Graph Convolution ≈ Mixup

This might be one of my most liked papers that probably reveals the essence of graph convolution. It is published on TMLR and is selected as an Oral Presentation at LoG2024 TMLR Track. In this paper, we propose that graph convolution can be viewed as a specialized form of Mixup.

arXiv

1. TL;DR

This paper builds the relationship between graph convolution and Mixup techniques.

Graph convolution aggregates features from neighboring samples for a specific node (sample).
Mixup generates new examples by averaging features and one-hot labels from multiple samples.

The two share one commonality that information aggregation from multiple samples. We reveal that, under two mild modifications, graph convolution can be viewed as a specialized form of Mixup that is applied during both the training and testing phases if we assign the target node’s label to all its neighbors.

2. Graph Convolution ≈ Mixup

Graph Neural Networks have recently been recognized as the de facto state-of-the-art algorithm for graph learning. The core idea behind GNNs is neighbor aggregation, which involves combining the features of a node’s neighbors. Specifically, for a target node with feature $𝒙_{𝑖}$ , one-hot label $𝒚_{𝑖}$ , and neighbor set $𝒩_{𝑖}$ , the graph convolution operation in GCN is essentially as follows:

(\tilde{𝒙}, \tilde{𝒚}) = (\frac{1}{| 𝒩_{𝑖} |} \sum_{𝑘 \in 𝒩_{𝑖}} 𝒙_{𝑘}, 𝒚_{𝑖})

In parallel, Mixup is proposed to train deep neural networks effectively, which also essentially generates a new sample by averaging the features and labels of multiple samples:

(\tilde{𝒙}, \tilde{𝒚}) = (\sum_{𝑖 = 1}^{𝑁} 𝜆_{𝑖} 𝒙_{𝑖}, \sum_{𝑖 = 1}^{𝑁} 𝜆_{𝑖} 𝒚_{𝑖}), s.t. \sum_{𝑖 = 1}^{𝑁} 𝜆_{𝑖} = 1

where $𝒙_{𝑖}$ / $𝒚_{𝑖}$ are the feature/label of sample $𝑖$ . Mixup typically takes two data samples ( $𝑁 = 2$ ).
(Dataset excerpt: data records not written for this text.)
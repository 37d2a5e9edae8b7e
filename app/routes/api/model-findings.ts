import { requireModel } from "~/auth/require-model.server";
import { reportModel } from "~/services/check-model.server";
import { handleApi, refuseChanges } from "~/utils/api-handler.server";
import { failWith } from "~/utils/problem-response.server";
import type { Route } from "./+types/model-findings";

/** `GET /api/v1/models/{id}/findings`: what the checker says of the working state. */
export const loader = handleApi(async ({ request, params }: Route.LoaderArgs) => {
  const { model } = await requireModel(request, params.modelId, "read");
  const report = await reportModel(model.id);
  if (!report) throw failWith(404, "request.not-found");
  return Response.json(report, { headers: { "cache-control": "no-store" } });
});

export const action = refuseChanges;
The above two equations highlight a remarkable similarity between graph convolution and Mixup, i.e., the manipulation of data samples through averaging the features. This similarity prompts us to investigate the relationship between these two techniques as follows:

In this paper, we answer this question by establishing the connection between graph convolutions and Mixup, and further understanding the graph neural networks through the lens of Mixup. We show that graph convolutions are intrinsically equivalent to Mixup by rewriting as follows:

\begin{matrix} (\tilde{𝒙}, \tilde{𝒚}) & = (\frac{1}{| 𝒩_{𝑖} |} \sum_{𝑘 \in 𝒩_{𝑖}} 𝒙_{𝑘}, 𝒚_{𝑖}) \\ = (\sum_{𝑘 \in 𝒩_{𝑖}} \frac{1}{| 𝒩_{𝑖} |} 𝒙_{𝑘}, \sum_{𝑘 \in 𝒩_{𝑖}} \frac{1}{| 𝒩_{𝑖} |} 𝒚_{𝑖}) \\ = (\sum_{𝑘 \in 𝒩_{𝑖}} 𝜆_{𝑖} 𝒙_{𝑘}, \sum_{𝑘 \in 𝒩_{𝑖}} 𝜆_{𝑖} 𝒚_{𝑖}) \end{matrix}

where $𝜆_{𝑖} = \frac{1}{| 𝒩_{𝑖} |}$ , and $𝒙_{𝑖}$ and $𝒚_{𝑖}$ are the feature and label of the target node $𝑛_{𝑖}$ .
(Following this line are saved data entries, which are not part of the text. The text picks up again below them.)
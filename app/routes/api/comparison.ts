import { requireModel } from "~/auth/require-model.server";
import { compareStates } from "~/services/compare-states.server";
import { parseStateName, type StateName } from "~/services/load-revision.server";
import { handleApi, refuseChanges } from "~/utils/api-handler.server";
import { toComparisonJson } from "~/utils/api-schemas";
import { failWith } from "~/utils/problem-response.server";
import type { Route } from "./+types/comparison";

/** `GET /api/v1/models/{id}/comparison?from=1&to=working` */
export const loader = handleApi(async ({ request, params }: Route.LoaderArgs) => {
  const { model } = await requireModel(request, params.modelId, "read");
  const query = new URL(request.url).searchParams;
  const comparison = await compareStates(model, requireStateName(query.get("from")), requireStateName(query.get("to")));
  if (!comparison) throw failWith(404, "request.not-found");
  return Response.json(toComparisonJson(comparison), { headers: { "cache-control": "no-store" } });
});

function requireStateName(text: string | null): StateName {
  const name = parseStateName(text);
  if (name === undefined) throw failWith(400, "revision.state-name", { text: text ?? "" });
  return name;
}

export const action = refuseChanges;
This above equation states that graph convolution is equivalent to Mixup if we assign the $𝒚_{𝑖}$ to all the neighbors of node $𝑛_{𝑖}$ in set $𝒩_{𝑖}$ .

3. Experiments

The experiments with the public split on Cora, CiteSeer, and Pubmed datasets and the results are shown in the following table. The results show that MLP with mixup can achieve comparable performance to the original GCN.

Figure 2: Performance comparison results

We experimented with different data splits of train/validation/test (the training data ratio span from $10 % - 90 %$ ).

Figure 3: Results with different data splits

With the test-time mixup (details in the paper), the MLPs with mixup can achieve comparable performance to the original GCN.